Я напомнила себе мысленно – никогда не рожай детей. А потом посоветовала девочке идти на улицу и жаловаться. Заодно попросить у отца еды, я тут кухаркой не нанималась.
Некоторые люди умели готовить. Я – нет. Меня пыталась научить мама, они с отцом много времени проводили на работе, я следила за Светкой. Не вышло. Потом Светка подросла и сама вполне сносно стала готовить. И тоже меня пыталась научить, но тщетно.
С сестрой мы жили вместе, до её госпитализации, и она, пусть и младшая, всегда готовила сама. С тех пор, как она перебрались в больницу, я похудела на пару килограмм и заработала гастрит.
Что бы такого приготовить, чтобы не отравиться теперь уже своей стряпней?
– Любишь яйца? – спросила я у девочки, которая так никуда и не ушла, наоборот стояла тут и с любопытством на меня глазела.
– Терпеть не могу, – заявила она.
– Вот и отлично, на обед у нас яйца.
Жарить я их не взялась, закинула варить я в кастрюлю. На мешала немудреный соус из майонеза, сыра и чеснока. Засела время. Обычно я варила яйца до синих желтков, но сейчас меня нервировал голодный любопытный ребёнок.
– Ты какая-то другая, – удивила меня девочка.
Малышка, конечно, была въедливой, но всерьёз, как противника, я её не воспринимала. Сомневаюсь, что кто-то поверит, если она скажет, что маму подменили. Поэтому не напряглась.
– Брак с твоим папой кого хочешь изменит, – буркнула я.
Слила кипяток из кастрюли, налила холодной, подождала. Потом переложила все яйца в тарелку. Поставила на стол. Села, быстро почистила себе одно яйцо, разреза да пополам, бухнула соуса и укусила. Желудок заурчал – я тоже успела проголодаться.
– А я? – спросила Дана.
– Кто не работает, тот не ест, – ответила я с набитым ртом, и похлопала по соседнему стулу, приглашая присоединиться.

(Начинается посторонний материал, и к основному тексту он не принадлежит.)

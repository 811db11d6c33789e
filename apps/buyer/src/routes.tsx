import { dealRoutes, RequireRole } from '@lydite/client';
import { Skeleton } from '@lydite/ui';
import { Suspense } from 'react';
import { Outlet, type RouteObject } from 'react-router-dom';

/** Each page is a chunk of its own, and waits here for the market and for what it shows. */
export const routes: RouteObject[] = [
  {
    element: (
      <Suspense fallback={<Loading />}>
        <Outlet />
      </Suspense>
    ),
    children: [
      { path: '/', lazy: () => import('./pages/LotsPage.tsx') },
      { path: '/lots/:lotCode', lazy: () => import('./pages/LotPage.tsx') },
      {
        element: <RequireRole roles={['buyer']} />,
        children: [
          { path: '/lots/:lotCode/bid', lazy: () => import('./pages/CheckBidPage.tsx') },
          { path: '/lots/:lotCode/take', lazy: () => import('./pages/TakeLotPage.tsx') },
          { path: '/lots/:lotCode/offer', lazy: () => import('./pages/AnswerOfferPage.tsx') },
          { path: '/bids', lazy: () => import('./pages/MyBidsPage.tsx') },
          { path: '/terms', lazy: () => import('./pages/TermsPage.tsx') },
        ],
      },
      ...dealRoutes('buyer'),
    ],
  },
];

function Loading() {
  return (
    <main id="main" className="page">
      <Skeleton height={480} />
    </main>
  );
}
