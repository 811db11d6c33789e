import type { MyBidRow } from '@lydite/contracts';
import { formatMoney } from '@lydite/ui';
import { describe, expect, it } from 'vitest';
import { groupOf } from './bid-groups.ts';
import { bidProblem } from './bid-problem.ts';

const money = (amountMinor: number) => formatMoney(amountMinor, 'USD');
const check = { leastNextMinor: 242_000, leadingMinor: null, roomMinor: 400_000, money };

describe('an amount to bid', () => {
  it.each([
    [null, 'Enter the most you would pay, such as 6,200'],
    [241_999, 'The next bid starts at $2,420'],
    [400_001, 'Your limit has room for $4,000'],
    [242_000, null],
    [400_000, null],
  ])('%s: %s', (amountMinor, words) => expect(bidProblem({ ...check, amountMinor })).toBe(words));

  it('has to be more than the own ceiling while that leads', () => {
    const leading = { ...check, leadingMinor: 300_000, leastNextMinor: 300_001 };
    expect(bidProblem({ ...leading, amountMinor: 300_000 })).toContain('already lead with up to $3,000');
    expect(bidProblem({ ...leading, amountMinor: 300_001 })).toBeNull();
  });
});

describe('own bids', () => {
  const row: MyBidRow = {
    lotCode: 'L-2481',
    title: 'Server memory',
    coverPhotoId: null,
    lotState: 'open',
    standing: 'outbid',
    ceilingMinor: 200_000,
    priceMinor: 240_000,
    leastNextMinor: 242_000,
    closesAt: '2026-12-03T15:00:00.000Z',
    dealCode: null,
    dealState: null,
    offer: null,
  };
  const won = { ...row, lotState: 'awarded', standing: 'highest', leastNextMinor: null, dealCode: 'D-1' } as const;

  it.each<[string, Partial<MyBidRow>, string]>([
    ['an open lot led by another', row, 'outbid'],
    ['an open lot led', { ...row, standing: 'highest' }, 'highest'],
    ['a frozen lot led', { ...row, standing: 'highest', lotState: 'frozen', leastNextMinor: null }, 'highest'],
    ['a lot past its close', { ...row, leastNextMinor: null }, 'over'],
    ['an unpaid award', { ...won, dealState: 'awaiting_payment' }, 'answer'],
    ['a paid award', { ...won, dealState: 'held' }, 'over'],
    ['an offer', { ...row, lotState: 'offered', offer: { priceMinor: 1, answerBy: row.closesAt } }, 'answer'],
    ['a lot lost', { ...row, lotState: 'awarded', leastNextMinor: null }, 'over'],
  ])('%s', (_, changes, group) => expect(groupOf({ ...row, ...changes })).toBe(group));
});
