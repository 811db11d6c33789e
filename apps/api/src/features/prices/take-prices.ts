import { marketNow } from '../../platform/clock.ts';
import type { World } from '../../platform/world.ts';
import { recordPrices } from './prices.commands.ts';

const yearMs = 366 * 24 * 3_600_000;

/**
 * Asks the price service for what was published since the newest known price, the last year at the first time.
 * Prices in another currency than the market's are a wrong setting and are refused.
 */
export async function takePrices({ db, prices, settings }: Pick<World, 'db' | 'prices' | 'settings'>): Promise<void> {
  const rows: { at: Date | null }[] = await db.query('select max(at) as at from reference_prices');
  const from = rows[0]!.at ?? new Date((await marketNow(db.manager)).getTime() - yearMs);
  const quotes = await prices.since(from);
  const foreign = quotes.find((quote) => quote.currency !== settings.MARKET_CURRENCY);
  if (foreign)
    throw new Error(`The price service quotes ${foreign.currency}, the market runs in ${settings.MARKET_CURRENCY}`);
  if (quotes.length > 0) await recordPrices(db.manager, quotes);
}
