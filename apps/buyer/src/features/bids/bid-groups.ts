import type { MyBidRow } from '@lydite/contracts';

export type BidGroup = 'answer' | 'highest' | 'outbid' | 'over';

/** Where a bid belongs: what waits for the buyer first, then what still runs, then what is over. */
export function groupOf({ offer, dealState, lotState, standing, leastNextMinor }: MyBidRow): BidGroup {
  if (offer || dealState === 'awaiting_payment') return 'answer';
  const runs = lotState === 'frozen' || (lotState === 'open' && leastNextMinor !== null);
  return runs ? standing : 'over';
}
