import { Fragment, type ReactNode } from 'react';

export interface FormStep {
  id: string;
  name: string;
  /** "3 parts, 1 to check", "Not started". */
  note: string;
  isCurrent: boolean;
}

interface FormStepsProps {
  /** "New lot, draft" */
  title: string;
  steps: readonly FormStep[];
  /** The app's own link; the current one carries `aria-current="step"`. */
  link: (step: FormStep, children: ReactNode) => ReactNode;
  /** Where the draft was saved, and when. */
  saved?: ReactNode;
}

/** A long form's pages in any order, with their state in words; on phones one line that opens into the list. */
export function FormSteps({ title, steps, link, saved }: FormStepsProps) {
  const at = steps.findIndex(({ isCurrent }) => isCurrent);
  const list = (
    <ol>
      {steps.map((step) => (
        <li key={step.id}>
          {link(
            step,
            <Fragment>
              {step.name}
              <small>{step.note}</small>
            </Fragment>,
          )}
        </li>
      ))}
    </ol>
  );
  return (
    <nav className="steps" aria-label={title}>
      <div className="steps-rail">
        <h2>{title}</h2>
        {list}
        {saved && <p className="tiny mute mt-4">{saved}</p>}
      </div>
      <details className="form-steps">
        <summary>
          <span>
            <b>{steps[at]?.name ?? title}</b>
            {at >= 0 && `, step ${at + 1} of ${steps.length}`}
          </span>
          <span>All steps</span>
        </summary>
        {list}
      </details>
      {saved && <p className="steps-saved tiny mute">{saved}</p>}
    </nav>
  );
}
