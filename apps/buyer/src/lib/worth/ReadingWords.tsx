import { useWords } from '@lydite/client';
import { formatAbout } from '@lydite/ui';
import type { BidReading } from './lot-worth.ts';

/** What a bid means in one line: how often it comes out ahead, and the worst one in ten. */
export function ReadingWords({ reading: { ahead, of, worseMinor } }: { reading: BidReading }) {
  const { currency } = useWords();
  return (
    <>
      You come out ahead in{' '}
      <b>
        {ahead} of {of}
      </b>{' '}
      results. 1 in 10 leaves you <b className="nowrap">{formatAbout(worseMinor, currency, { signed: true })}</b> or
      less
    </>
  );
}
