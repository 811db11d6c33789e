import { mountApp } from '@lydite/client';
import { routes } from './routes.tsx';
import './styles.css';

mountApp({
  app: 'buyer',
  roleWord: 'Buyer',
  basename: '/',
  nav: [
    { to: '/', label: 'Lots', end: true },
    { to: '/bids', label: 'My bids' },
    { to: '/deals', label: 'Deals' },
    { to: '/terms', label: 'My terms' },
  ],
  routes,
});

Стукнула яйцом по краю стола, и вручила девочке. Сама ела и на неё смотрела. Она колупала свое яичко так сосредоточенно, что вытащила язык от усердия. Со скорлупой открывались куски белка, она психовала, один раз даже стукнула кулаком по столу, но не сдавалась.

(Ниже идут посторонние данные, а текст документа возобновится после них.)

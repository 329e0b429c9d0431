"""The Galerkin matrix of the single-layer potential as an operator: near blocks and fast multipole method."""

import math
from collections.abc import Callable
from dataclasses import dataclass

import numpy as np
from numpy.typing import NDArray

from .frames import panel_frames
from .jit import kernel
from .multipole import FarField
from .multipole_lists import CellPairs, cell_pairs
from .multipole_parts import part_sums
from .multipole_points import point_sums
from .near import self_integral
from .near_blocks import Known, NearBlocks, NearLayout, near_layout
from .pairs import pair_integral
from .panels import polygon_geometry
from .threads import one_blas_thread
from .translations import n_coefficients
from .tree import Tree, build_tree

__all__ = ["Expansion", "FastOperator", "OperatorPlan", "Settings", "plan_operator", "settings_for"]

FloatArray = NDArray[np.float64]
IntArray = NDArray[np.int64]
Progress = Callable[[float, float], None]

#: Below this tolerance all is stored in double precision: single precision ends at 2.5e-7.
_SINGLE = 1e-6
#: From this tolerance on the rules of close pairs may leave 1e-5 of each.
_COARSE = 5e-6
#: Panels of a leaf that are tried.
_LEAF_SIZES = (32, 64, 128)
#: Cost of translating from one cell to one other, and of each product in it, over that of a near entry: bytes read
#: in a product, and its integral shared by thirty products.
_PAIR_COST, _PRODUCT_COST = 60.0, 0.025
#: Sources of one block of the direct sums of a check: their packed geometry is large.
_DIRECT_BLOCK = 20_000


@dataclass(frozen=True)
class Settings:
    """What follows from the tolerance.

    Attributes
    ----------
    degree : int
        Of the expansions.
    theta : float
        Largest sum of the radii of two cells over their distance, for an expansion to serve.
    dropped : float
        What the translation of one pair may leave out, relative, root mean square.
    expand_beyond : float
        Distance over the sum of the radii beyond which a near pair takes the first terms of its expansion.
    half_beyond : float
        Likewise for the expansion of the smaller panel alone.
    gauss_beyond : float
        Likewise for three by three points on both panels.
    real : type
        Precision of what is stored.
    """

    degree: int
    theta: float
    dropped: float
    expand_beyond: float
    half_beyond: float
    gauss_beyond: float
    real: type


def settings_for(tolerance: float) -> Settings:
    """Settings that keep the relative error of a product, in the root mean square, below a tolerance.

    Two and a half degrees gain one digit: measured on spheres, plates,
    tubes and graded plates (tests/bem/test_operator.py).
    """
    degree = int(np.clip(np.ceil(7.6 - 2.5 * np.log10(tolerance / 1e-5)), 3, 18))
    expand_beyond = max(3.2, 5.8 * (tolerance / 1e-5) ** -0.28)
    half_beyond = max(2.5, 3.5 * (tolerance / 1e-5) ** -0.25)
    gauss_beyond = max(1.8, 2.0 * (tolerance / 1e-5) ** -0.17)
    real = np.float32 if tolerance >= _SINGLE else np.float64
    return Settings(degree, 0.7, 6.0 * tolerance, expand_beyond, half_beyond, gauss_beyond, real)


@dataclass(frozen=True, eq=False)
class OperatorPlan:
    """Tree and lists of an operator: all that its memory depends on, before any integral is computed.

    Attributes
    ----------
    settings : Settings
    tree : Tree
    pairs : CellPairs
    layout : NearLayout
    far : FarField
        With its translations; the moments of the panels are not made yet.
    """

    settings: Settings
    tree: Tree
    pairs: CellPairs
    layout: NearLayout
    far: FarField

    @property
    def near_entries(self) -> int:
        """Integrals stored."""
        return int(self.layout.start[-1])

    @property
    def bytes(self) -> int:
        """Memory that the operator will hold, bytes."""
        n, real = len(self.tree.order), np.dtype(self.settings.real).itemsize
        size = n_coefficients(self.settings.degree)
        near = self.near_entries * real + 32 * len(self.layout.pairs) + 24 * len(self.tree.leaves)
        far = (n * size + len(self.far.translations[0])) * real + (40 + 2 * real) * len(self.pairs.far)
        return int(near + far + n * (2 * 96 + 8))

    def working_bytes(self, n_columns: int) -> int:
        """Memory that a product takes besides, bytes."""
        real = np.dtype(self.settings.real).itemsize
        cells = 2 * len(self.tree.level) * n_coefficients(self.settings.degree)
        return int(n_columns * real * (cells + self.layout.rows + 3 * len(self.tree.order)))


def plan_operator(corners: FloatArray, tolerance: float = 1e-5, *, leaf_size: int | None = None) -> OperatorPlan:
    """Tree and lists for panels.

    Parameters
    ----------
    corners : (n, 4, 3) float, m
    tolerance : float
    leaf_size : int, optional
        Panels of a leaf; chosen by the predicted cost if omitted.
    """
    settings = settings_for(tolerance)
    sizes = _LEAF_SIZES if leaf_size is None else (leaf_size,)
    cost, tree, pairs = math.inf, None, None
    for size in sizes:
        its_tree = build_tree(corners, size)
        its_pairs = cell_pairs(its_tree, settings.theta)
        its_cost = _predicted_cost(its_tree, its_pairs, settings)
        if its_cost < cost:
            cost, tree, pairs = its_cost, its_tree, its_pairs
    assert tree is not None
    assert pairs is not None
    unit = np.ascontiguousarray((corners - tree.origin) / tree.scale)
    far = FarField(tree, pairs, unit, settings.degree, settings.dropped, settings.real)
    return OperatorPlan(settings, tree, pairs, near_layout(tree, pairs), far)


def _predicted_cost(tree: Tree, pairs: CellPairs, settings: Settings) -> float:
    """Predicted time of a product and its share of the assembly, in units of one near entry."""
    size = np.diff(tree.leaf_start)
    near = float((size[pairs.near[:, 0]] * size[pairs.near[:, 1]]).sum())
    # offsets further away keep fewer coefficients: half of the products on the average
    return near + 2.0 * len(pairs.far) * (_PAIR_COST + _PRODUCT_COST * n_coefficients(settings.degree) ** 2)


@dataclass(frozen=True, eq=False)
class Expansion:
    """What a charge density does, kept to be read in several places.

    Attributes
    ----------
    density : (n, n_columns) float
        In the panels' own order.
    multipoles, locals : (n_cells, n_columns, n_coefficients) float
        For unit columns: of charges divided by `largest`.
    largest : (n_columns,) float
    """

    density: FloatArray
    multipoles: NDArray[np.floating]
    locals: NDArray[np.floating]
    largest: FloatArray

Я слопала два яйца, налила себе чая, который не пах ничем сомнительным, и сидела рядом. Малышка почистила пять яиц. Первое совсем страшное, потом лучше, и пятое – почти без изъяна. Затем макнула в соус, откусила и улыбнулась.
– Вкусно!
– Это потому, что ты сама постаралась, – ответила я. – молодец.
В доме раздались шаги, но меня они не напугали – я успела выучить, как ходит Юсупов. Сейчас он явно взволнован. Зашёл на кухню, нас увидел, успокоился, но в глазах – удивление.